Implementing blocked iteration for NumPy seems pretty complicated on
first sight due to the complexity of the iterator and the fact that
almost no-one knows the code well or touches it regularly.
But, the actual complexity to add a new iteration mode to it is
probably not forbiddingly high.
First, we need to (quickly) find the cases where blocked iteration
makes sense, and then, if it does, store whatever additional metadata
Second, we need to provide a newly implemented `iternext` function.
The first chunk, seems like it can be done in its own function and
should be fairly straight forward to do after most of the iterator
setup is done.
While the second part is already how the iterator is designed.
It would be helpful to have someone with some expertise/brackground in
this type of thing to be able discuss trade-offs and quickly see what
the main goals should be and whether/where significant performance
increases are likely.
There are some things that may end up being complicated.
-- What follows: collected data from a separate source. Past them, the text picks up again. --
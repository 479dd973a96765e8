/** Writes an answer to a file, whole or not at all, and never over the job that it was made from. */
import { type Stats, statSync } from 'node:fs';
import { writeWhole } from '../files/wholeFile.ts';
import type { FileIdentity } from './io.ts';
import { exitStatus, fileRefusal, Refusal } from './refusal.ts';

export interface OutRequest {
  readonly path: string;
  readonly content: string | Uint8Array;
  /** The job that the answer was made from. */
  readonly input?: FileIdentity | undefined;
  /** True where an existing file is to be kept. */
  readonly keepExisting?: boolean;
}

/**
 * Throws a `Refusal` before any work where the place is one that may not be written; to be called early, so that nobody waits for
 * an answer that has nowhere to go.
 */
export function checkPlace({ path, input, keepExisting }: Omit<OutRequest, 'content'>): void {
  const existing = statOf(path);
  if (existing === undefined) return;
  if (input !== undefined && existing.dev === input.dev && existing.ino === input.ino) {
    throw new Refusal(exitStatus.words, `--out ${path} is the job file itself; no command changes its input.`);
  }
  if (existing.isDirectory()) throw new Refusal(exitStatus.file, `${path} cannot be written: it is a folder.`);
  if (keepExisting === true && existing.isFile()) {
    throw new Refusal(
      exitStatus.file,
      `${path} cannot be written: it exists already and is not written over; name another place.`,
    );
  }
}

/** A pipe or device is written as it is. Throws a `Refusal` where the system refuses. */
export function writeOut(request: OutRequest): void {
  checkPlace(request);
  try {
    writeWhole(request.path, request.content);
  } catch (error) {
    throw fileRefusal(`${request.path} cannot be written`, error);
  }
}

function statOf(path: string): Stats | undefined {
  try {
    return statSync(path, { throwIfNoEntry: false });
  } catch (error) {
    throw fileRefusal(`${path} cannot be written`, error);
  }
}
For example,
if we would want to support reductions/broadcasting. However, it may
well be that there is no reason to attack those more complex cases,
because the largest gains are expected elsewhere in any case.
I would be extremely happy if anyone with the necessary background is
interested in giving this challenge a try. I can help with the NumPy-
API side, and code review and would be available for chatting/helping
with the NumPy side. I do not have the bandwidth to actually dive into
this for real though.
 That is the complexity concerning the NumPy API. I do not know how
complex a blocked iterator itself is.